To say I was a little taken aback is an understatement. At first I was downright offended. Then I was overwhelmed and feeling really
insecure. Should I delete everything and
start all over? Did I want to? So I decided to break down the advice I was
given. I am not much into social media, I guess it’s because it was not a part
of my generation growing up, it’s something I have had to learn and adapt to
but on my terms.
(My metalsmithing and glass work table just behind the bead and embellishment storage shelf)
I don’t want to be behind a computer or phone screen all the time. I don’t feel the need for constant communication. I like my quite moments in nature where I can hear myself think while focusing my camera lens on the majesty of beauty that nature has to offer. That is art to me, the art of silence and presence of savoring a moment. I don’t need constant contact with people; I like silence and maybe that comes from being an only child who spent a lot of time alone.
I don’t want to be behind a computer or phone screen all the time. I don’t feel the need for constant communication. I like my quite moments in nature where I can hear myself think while focusing my camera lens on the majesty of beauty that nature has to offer. That is art to me, the art of silence and presence of savoring a moment. I don’t need constant contact with people; I like silence and maybe that comes from being an only child who spent a lot of time alone.

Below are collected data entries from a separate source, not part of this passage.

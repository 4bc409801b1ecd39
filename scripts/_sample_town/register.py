"""The layers in the town's own field names: pipes, manholes and catchments."""

from __future__ import annotations

import geopandas as gpd
import numpy as np
import pandas as pd
import shapely

from .plan import (
    CHAMBER_MM,
    CONCRETE_FROM_MM,
    CRS,
    EGG_RISE_RATIO,
    PVC_FROM_YEAR,
    SURVEY_COLUMN,
    SURVEY_MARGIN,
)


def register_tables(nodes: pd.DataFrame, pipes: pd.DataFrame) -> tuple[pd.DataFrame, pd.DataFrame]:
    """The two attribute tables in the town's own field names, in internal order."""
    up, dn, egg, span = pipes["up"], pipes["dn"], pipes["egg"].to_numpy(), pipes["span"].to_numpy()
    refs = nodes["ref"].to_numpy()
    mat = np.select([egg, span >= CONCRETE_FROM_MM, pipes["laid"] < PVC_FROM_YEAR], ["BRICK", "CONC", "VC"], "PVC")
    given = np.flatnonzero(nodes["kind"].to_numpy()[dn] == "outfall")
    survey = (nodes["kind"].to_numpy()[up] == "trunk") & (nodes["column"].to_numpy()[up] == SURVEY_COLUMN)
    given = np.r_[given, np.flatnonzero(survey)]
    flow = np.full(len(pipes), np.nan)
    flow[given] = np.round(pipes["flow"].to_numpy()[given] * SURVEY_MARGIN, 1)
    table = pd.DataFrame({
        "asset_ref": np.char.add("P", np.char.zfill(np.arange(1, len(pipes) + 1).astype(str), 4)), "mh_up": refs[up], "mh_down": refs[dn],
        "profile": np.where(egg, "OV", "C"),
        "bore_mm": np.where(egg, np.nan, span), "rise_mm": np.where(egg, span * EGG_RISE_RATIO, np.nan),
        "span_mm": np.where(egg, span, np.nan),
        "il_up_m": nodes["invert"].to_numpy()[up], "il_dn_m": nodes["invert"].to_numpy()[dn],
        "len_m": np.round(pipes["length"].to_numpy(), 2), "mat": mat, "laid": pipes["laid"].to_numpy(),
        "q_des_ls": flow, "geometry": pipes["geometry"].to_numpy(),
    })
    widest = np.zeros(len(nodes))
    np.maximum.at(widest, np.r_[up, dn], np.r_[span, span])
    chamber = CHAMBER_MM[1][np.searchsorted(CHAMBER_MM[0], widest)]
    open_chamber = (nodes["lid"] == "Y") & (nodes["kind"] != "outfall")
    holes = pd.DataFrame({
        "mh_ref": refs, "cover_lvl": np.round(nodes["ground"].to_numpy(), 2), "sump_lvl": nodes["invert"].to_numpy(),
        "chamber_d": pd.array(chamber, dtype="Int32"),
        "dwf_ls": nodes["load"].to_numpy(), "trade_ls": nodes["trade"].to_numpy(), "lid": nodes["lid"].to_numpy(),
        "geometry": shapely.points(nodes[["x", "y"]].to_numpy()),
    })
    holes.loc[~open_chamber.to_numpy(), "chamber_d"] = pd.NA
    return table, holes


def catchment_layer(nodes: pd.DataFrame) -> gpd.GeoDataFrame:
    """The area drained by each manhole that is not an outfall, with its people and paved share."""
    served = nodes[nodes["kind"] != "outfall"]
    return gpd.GeoDataFrame({
        "sub_ref": "S" + served["ref"].to_numpy(dtype=str).astype(object), "outlet_mh": served["ref"].to_numpy(),
        "persons": served["people"].to_numpy(dtype=int), "imp_share": served["imp_share"].to_numpy(),
        "geometry": served["cell"].to_numpy(),
    }, geometry="geometry", crs=CRS)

(Sewing Storage, (my daughter gifted me all those amazing boxes and the bakers rack was just purchased this weekend, still getting that area set up) The Tower of Terror paper hoard, lots of Ephemera and goodies!)
Soooo, one blog, one
Facebook account, Pinterest pins are for me and my inspiration or ideas, I am
doing better at Instagram, I am still not tweeting, taking selfies, or doing
video so I can be “discovered”. I don’t
yet have an official artist website but someday I will. So I give away more art than I sell, that’s my
choice. My bio is me to a sweet-T, no
need to change it. Nature is my main
inspiration in art and my travels are a part of that process, those posts and
pics will stay. As for focus on one
medium or type of art, well I am just not a cookie cutter kind of girl.
(This is my main work space where I glue and goo and mess and gob and paint. Its also where I set up to film, you can see the backdrop on the table and extra lighting and peek of the tripod.)
Cookie cutter neighborhoods are sad to me (no offense
intended if you happen to live in one please, I grew up in one) that just does
not fit me. I love quirky old
neighborhoods, run down old houses, even better something that was never
intended to be a home but has been converted into one; they all have individuality
and personality. I saw the advice I was
given for just what it was, success cookie cutter style, not intended to harm
or alarm but a blueprint of the steps of success this particular artist took to
get where they are today. It’s that
square peg in a round hole thing again; it just does not fit me.
I can’t be me and not create a variety of art just as much
as I can’t be a vanilla flavored cookie cut out over and over and over again
with the same round shape cookie cutter producing the same type of thing
repeatedly. I am more of spice cookie, a
variety of flavors to my mixed media. I
would be cut out as a Gingerbread man who is holding a heart shaped cookie(still
going to share my heart and art) and chasing a star shaped cookie (while
chasing my artful dreams), running as fast as I can, delighting in my adventures
along the way. Maybe my way is reckless
and foolish as the Gingerbread man in the storybook and I will get gobbled up and
lost in the fray but at least I will have stayed true to myself.
That in large part explains my long absence from this
blog. I lost myself in thinking I needed
to adapt to a cookie cutter way set by someone else and it completely threw me
off track. I am back to mixing my
media, varying my projects, and making happy spicy messes as more than one
shaped cookie and my recipe for success suits me just fine!